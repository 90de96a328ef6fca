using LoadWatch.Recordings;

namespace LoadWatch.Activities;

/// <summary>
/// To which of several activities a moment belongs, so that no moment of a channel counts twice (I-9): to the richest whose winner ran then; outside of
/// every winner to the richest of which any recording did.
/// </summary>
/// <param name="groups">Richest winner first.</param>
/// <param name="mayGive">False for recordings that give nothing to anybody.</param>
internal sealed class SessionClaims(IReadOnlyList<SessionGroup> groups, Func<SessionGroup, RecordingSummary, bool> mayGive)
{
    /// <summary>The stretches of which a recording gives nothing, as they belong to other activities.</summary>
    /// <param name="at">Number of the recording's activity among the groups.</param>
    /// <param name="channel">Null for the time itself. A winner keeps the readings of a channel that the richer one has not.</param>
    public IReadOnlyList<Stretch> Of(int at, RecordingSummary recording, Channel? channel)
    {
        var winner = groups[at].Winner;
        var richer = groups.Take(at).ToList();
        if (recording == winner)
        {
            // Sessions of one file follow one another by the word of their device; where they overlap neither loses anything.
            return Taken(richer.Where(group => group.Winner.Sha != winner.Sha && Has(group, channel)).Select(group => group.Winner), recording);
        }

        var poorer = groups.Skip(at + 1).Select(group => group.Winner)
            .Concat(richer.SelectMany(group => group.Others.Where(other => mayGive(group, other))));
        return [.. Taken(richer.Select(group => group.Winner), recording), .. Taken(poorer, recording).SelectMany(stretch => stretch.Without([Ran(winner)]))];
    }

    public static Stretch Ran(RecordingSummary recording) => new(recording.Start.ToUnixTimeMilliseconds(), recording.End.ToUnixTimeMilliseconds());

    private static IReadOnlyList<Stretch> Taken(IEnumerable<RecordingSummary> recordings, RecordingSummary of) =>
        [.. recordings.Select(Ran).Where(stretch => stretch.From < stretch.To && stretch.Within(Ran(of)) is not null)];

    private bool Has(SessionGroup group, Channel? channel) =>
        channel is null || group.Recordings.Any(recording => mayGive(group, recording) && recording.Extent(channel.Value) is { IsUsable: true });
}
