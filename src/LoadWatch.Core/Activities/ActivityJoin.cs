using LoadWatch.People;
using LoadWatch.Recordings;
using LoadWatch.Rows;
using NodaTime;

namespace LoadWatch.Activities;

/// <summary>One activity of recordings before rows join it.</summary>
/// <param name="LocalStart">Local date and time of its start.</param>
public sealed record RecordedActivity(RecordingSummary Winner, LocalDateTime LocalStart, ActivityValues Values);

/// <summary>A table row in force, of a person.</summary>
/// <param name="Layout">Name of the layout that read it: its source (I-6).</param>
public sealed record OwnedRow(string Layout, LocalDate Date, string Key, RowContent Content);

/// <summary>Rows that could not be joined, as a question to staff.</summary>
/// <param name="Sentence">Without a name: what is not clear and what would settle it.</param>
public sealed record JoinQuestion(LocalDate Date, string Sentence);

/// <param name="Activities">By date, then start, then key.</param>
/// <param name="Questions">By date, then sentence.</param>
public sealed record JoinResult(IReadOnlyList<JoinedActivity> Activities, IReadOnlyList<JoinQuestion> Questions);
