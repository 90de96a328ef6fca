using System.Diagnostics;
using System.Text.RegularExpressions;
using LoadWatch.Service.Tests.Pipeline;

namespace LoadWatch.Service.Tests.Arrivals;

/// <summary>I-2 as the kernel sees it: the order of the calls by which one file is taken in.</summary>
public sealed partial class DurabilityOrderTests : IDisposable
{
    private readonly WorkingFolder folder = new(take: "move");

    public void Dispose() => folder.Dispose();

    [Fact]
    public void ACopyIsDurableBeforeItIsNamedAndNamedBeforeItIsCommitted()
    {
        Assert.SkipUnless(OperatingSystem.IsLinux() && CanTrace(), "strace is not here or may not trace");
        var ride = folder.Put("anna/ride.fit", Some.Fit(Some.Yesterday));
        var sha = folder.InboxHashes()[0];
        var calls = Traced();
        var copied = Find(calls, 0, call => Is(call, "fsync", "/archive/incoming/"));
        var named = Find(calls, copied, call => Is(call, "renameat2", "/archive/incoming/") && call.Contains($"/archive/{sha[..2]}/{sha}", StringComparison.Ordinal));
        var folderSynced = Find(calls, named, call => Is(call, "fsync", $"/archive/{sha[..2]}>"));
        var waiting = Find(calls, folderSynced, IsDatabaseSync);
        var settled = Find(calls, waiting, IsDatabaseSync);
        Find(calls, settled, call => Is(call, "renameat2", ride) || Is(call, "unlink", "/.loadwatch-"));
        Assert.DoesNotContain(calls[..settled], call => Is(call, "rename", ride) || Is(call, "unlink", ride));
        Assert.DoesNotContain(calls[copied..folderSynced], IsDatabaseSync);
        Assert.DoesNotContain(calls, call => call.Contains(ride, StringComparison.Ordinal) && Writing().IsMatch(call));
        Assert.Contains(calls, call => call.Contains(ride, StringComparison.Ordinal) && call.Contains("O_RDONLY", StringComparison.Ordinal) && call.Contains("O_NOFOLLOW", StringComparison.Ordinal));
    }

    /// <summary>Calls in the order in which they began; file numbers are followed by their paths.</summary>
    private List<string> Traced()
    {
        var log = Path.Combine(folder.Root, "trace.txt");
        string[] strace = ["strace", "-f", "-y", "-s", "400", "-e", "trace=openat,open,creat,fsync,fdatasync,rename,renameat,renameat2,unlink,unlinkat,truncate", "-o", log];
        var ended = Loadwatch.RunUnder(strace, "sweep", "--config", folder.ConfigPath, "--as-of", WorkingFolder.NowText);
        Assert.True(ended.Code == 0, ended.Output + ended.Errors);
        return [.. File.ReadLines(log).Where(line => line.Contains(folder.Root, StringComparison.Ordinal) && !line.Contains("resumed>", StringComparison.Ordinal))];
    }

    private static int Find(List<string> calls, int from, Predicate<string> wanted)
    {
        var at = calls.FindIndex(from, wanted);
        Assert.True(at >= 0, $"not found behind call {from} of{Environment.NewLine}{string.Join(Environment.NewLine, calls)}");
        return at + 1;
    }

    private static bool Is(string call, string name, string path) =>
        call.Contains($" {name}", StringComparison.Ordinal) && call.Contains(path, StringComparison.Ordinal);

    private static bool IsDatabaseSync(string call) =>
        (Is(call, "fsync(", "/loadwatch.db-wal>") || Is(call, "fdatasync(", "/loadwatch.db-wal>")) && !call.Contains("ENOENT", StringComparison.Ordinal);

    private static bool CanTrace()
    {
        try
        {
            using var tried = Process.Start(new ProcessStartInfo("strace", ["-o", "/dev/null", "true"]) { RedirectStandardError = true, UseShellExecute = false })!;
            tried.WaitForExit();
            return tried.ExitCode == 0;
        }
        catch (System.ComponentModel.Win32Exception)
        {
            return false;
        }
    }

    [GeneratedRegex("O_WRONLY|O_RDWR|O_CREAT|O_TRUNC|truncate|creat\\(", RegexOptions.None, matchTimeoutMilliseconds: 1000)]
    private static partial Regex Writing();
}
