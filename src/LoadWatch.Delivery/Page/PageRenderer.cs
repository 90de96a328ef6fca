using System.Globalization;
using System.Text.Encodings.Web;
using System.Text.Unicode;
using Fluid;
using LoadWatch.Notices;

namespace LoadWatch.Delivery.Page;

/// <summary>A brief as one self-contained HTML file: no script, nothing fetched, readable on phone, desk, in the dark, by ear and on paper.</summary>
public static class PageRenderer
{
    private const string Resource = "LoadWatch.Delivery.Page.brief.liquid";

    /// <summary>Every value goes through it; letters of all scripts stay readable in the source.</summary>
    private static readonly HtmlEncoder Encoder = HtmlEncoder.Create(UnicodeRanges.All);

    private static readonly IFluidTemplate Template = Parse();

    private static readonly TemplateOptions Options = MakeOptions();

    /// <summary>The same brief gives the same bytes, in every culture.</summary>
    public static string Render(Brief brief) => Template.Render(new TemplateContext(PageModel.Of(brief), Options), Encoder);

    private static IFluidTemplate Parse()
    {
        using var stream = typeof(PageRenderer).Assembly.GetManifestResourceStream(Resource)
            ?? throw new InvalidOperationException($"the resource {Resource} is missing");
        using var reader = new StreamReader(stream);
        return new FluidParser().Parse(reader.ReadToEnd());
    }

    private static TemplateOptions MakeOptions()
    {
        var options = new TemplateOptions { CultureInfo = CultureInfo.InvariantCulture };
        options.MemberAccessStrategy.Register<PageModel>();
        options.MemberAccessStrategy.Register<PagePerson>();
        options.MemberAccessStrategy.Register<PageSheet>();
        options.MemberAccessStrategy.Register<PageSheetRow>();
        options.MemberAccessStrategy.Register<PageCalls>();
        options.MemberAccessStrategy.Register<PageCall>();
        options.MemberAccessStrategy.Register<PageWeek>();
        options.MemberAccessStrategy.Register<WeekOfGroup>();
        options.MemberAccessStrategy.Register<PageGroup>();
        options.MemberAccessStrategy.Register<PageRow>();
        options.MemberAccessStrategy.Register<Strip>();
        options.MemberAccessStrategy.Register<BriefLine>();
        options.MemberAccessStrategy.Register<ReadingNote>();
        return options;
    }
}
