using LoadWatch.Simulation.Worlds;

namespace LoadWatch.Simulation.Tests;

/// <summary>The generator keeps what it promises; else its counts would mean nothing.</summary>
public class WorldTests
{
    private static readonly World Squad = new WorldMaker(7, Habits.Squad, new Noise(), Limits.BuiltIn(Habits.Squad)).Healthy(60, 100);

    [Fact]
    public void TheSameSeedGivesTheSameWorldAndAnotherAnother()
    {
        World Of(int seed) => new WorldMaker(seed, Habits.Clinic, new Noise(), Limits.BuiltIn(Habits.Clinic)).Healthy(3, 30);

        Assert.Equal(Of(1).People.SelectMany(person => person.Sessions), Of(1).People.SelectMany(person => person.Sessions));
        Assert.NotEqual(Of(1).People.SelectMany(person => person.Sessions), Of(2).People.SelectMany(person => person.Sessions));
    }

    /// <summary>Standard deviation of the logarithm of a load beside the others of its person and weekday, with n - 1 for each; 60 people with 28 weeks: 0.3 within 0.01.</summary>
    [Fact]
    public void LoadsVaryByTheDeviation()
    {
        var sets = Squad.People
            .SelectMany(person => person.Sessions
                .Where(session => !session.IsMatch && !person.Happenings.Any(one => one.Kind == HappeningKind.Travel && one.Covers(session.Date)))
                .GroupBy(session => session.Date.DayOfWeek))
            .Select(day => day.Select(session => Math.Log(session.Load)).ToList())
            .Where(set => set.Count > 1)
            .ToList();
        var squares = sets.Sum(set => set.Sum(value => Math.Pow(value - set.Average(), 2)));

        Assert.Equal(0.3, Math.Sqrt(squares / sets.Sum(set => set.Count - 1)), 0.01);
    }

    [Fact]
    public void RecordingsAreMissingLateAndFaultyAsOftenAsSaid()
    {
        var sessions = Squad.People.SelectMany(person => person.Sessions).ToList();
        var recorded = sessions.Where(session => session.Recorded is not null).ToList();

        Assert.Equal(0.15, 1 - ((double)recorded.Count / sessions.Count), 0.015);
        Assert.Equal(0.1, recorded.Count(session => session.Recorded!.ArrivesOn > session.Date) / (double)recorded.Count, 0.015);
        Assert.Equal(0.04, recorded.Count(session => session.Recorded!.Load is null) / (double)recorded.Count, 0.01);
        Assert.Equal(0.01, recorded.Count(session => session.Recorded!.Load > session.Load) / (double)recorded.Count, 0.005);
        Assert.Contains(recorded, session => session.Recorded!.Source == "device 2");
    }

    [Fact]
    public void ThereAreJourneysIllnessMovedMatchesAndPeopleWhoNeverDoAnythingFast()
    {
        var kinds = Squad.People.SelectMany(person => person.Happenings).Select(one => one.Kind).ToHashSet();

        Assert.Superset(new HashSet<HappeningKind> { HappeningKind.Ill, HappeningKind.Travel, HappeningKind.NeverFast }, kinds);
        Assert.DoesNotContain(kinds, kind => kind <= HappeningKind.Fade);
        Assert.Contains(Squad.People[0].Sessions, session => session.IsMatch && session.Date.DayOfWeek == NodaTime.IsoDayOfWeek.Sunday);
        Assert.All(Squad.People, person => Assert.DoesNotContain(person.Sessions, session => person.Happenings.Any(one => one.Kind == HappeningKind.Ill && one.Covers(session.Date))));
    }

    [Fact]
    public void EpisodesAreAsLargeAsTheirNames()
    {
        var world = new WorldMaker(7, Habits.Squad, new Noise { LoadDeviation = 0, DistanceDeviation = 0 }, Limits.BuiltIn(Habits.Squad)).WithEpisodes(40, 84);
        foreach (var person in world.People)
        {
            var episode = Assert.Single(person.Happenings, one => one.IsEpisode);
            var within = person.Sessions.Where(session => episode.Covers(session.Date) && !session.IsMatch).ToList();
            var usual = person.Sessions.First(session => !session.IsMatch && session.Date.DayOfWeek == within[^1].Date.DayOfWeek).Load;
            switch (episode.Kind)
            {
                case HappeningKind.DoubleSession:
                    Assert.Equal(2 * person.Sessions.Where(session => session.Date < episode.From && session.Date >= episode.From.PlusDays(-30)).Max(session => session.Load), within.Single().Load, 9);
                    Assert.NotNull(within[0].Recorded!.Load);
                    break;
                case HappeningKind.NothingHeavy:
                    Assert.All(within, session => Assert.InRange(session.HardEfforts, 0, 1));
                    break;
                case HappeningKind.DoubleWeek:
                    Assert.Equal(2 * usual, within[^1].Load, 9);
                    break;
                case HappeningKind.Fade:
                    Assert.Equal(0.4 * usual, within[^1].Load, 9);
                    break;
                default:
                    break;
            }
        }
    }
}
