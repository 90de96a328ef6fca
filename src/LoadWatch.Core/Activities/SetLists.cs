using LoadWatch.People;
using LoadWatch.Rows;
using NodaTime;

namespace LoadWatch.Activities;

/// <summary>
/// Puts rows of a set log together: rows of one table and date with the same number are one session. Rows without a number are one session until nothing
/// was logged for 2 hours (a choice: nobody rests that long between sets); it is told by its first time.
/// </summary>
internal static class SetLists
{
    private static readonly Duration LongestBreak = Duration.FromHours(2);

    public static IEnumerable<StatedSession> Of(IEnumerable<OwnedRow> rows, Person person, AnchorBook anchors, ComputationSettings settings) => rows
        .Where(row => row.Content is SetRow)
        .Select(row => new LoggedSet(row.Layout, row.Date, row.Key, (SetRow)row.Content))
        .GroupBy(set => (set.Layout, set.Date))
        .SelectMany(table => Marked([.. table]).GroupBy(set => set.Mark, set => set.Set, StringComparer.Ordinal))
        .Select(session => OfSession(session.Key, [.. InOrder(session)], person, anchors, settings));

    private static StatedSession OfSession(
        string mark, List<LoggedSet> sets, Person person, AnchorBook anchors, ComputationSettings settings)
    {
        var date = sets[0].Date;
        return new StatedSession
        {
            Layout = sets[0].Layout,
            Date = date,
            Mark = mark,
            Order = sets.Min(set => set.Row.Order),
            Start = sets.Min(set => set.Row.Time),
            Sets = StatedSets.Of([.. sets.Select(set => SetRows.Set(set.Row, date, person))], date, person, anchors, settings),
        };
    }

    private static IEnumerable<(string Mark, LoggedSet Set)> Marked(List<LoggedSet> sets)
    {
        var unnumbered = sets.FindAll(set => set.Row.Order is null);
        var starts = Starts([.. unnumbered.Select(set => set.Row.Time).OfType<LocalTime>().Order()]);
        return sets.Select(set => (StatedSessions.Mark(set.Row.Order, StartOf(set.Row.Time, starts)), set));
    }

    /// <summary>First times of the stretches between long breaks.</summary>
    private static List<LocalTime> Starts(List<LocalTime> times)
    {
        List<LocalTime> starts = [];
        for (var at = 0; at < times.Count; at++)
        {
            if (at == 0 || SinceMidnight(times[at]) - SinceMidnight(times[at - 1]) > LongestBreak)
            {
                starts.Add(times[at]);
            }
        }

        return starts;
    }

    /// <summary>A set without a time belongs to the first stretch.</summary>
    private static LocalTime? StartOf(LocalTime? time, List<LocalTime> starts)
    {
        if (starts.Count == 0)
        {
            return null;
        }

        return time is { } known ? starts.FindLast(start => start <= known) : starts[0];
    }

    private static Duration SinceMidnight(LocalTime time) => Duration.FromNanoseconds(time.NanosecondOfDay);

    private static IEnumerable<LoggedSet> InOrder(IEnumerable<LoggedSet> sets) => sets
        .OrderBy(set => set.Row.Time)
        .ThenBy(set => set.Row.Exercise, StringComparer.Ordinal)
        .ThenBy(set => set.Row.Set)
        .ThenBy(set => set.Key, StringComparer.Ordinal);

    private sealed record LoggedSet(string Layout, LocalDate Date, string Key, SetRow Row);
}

--

Where does the string "fdatasync" occur in the material? Copy every line where it does.

**Task output:**
        string[] strace = ["strace", "-f", "-y", "-s", "400", "-e", "trace=openat,open,creat,fsync,fdatasync,rename,renameat,renameat2,unlink,unlinkat,truncate", "-o", log];
        (Is(call, "fsync(", "/loadwatch.db-wal>") || Is(call, "fdatasync(", "/loadwatch.db-wal>")) && !call.Contains("ENOENT", StringComparison.Ordinal);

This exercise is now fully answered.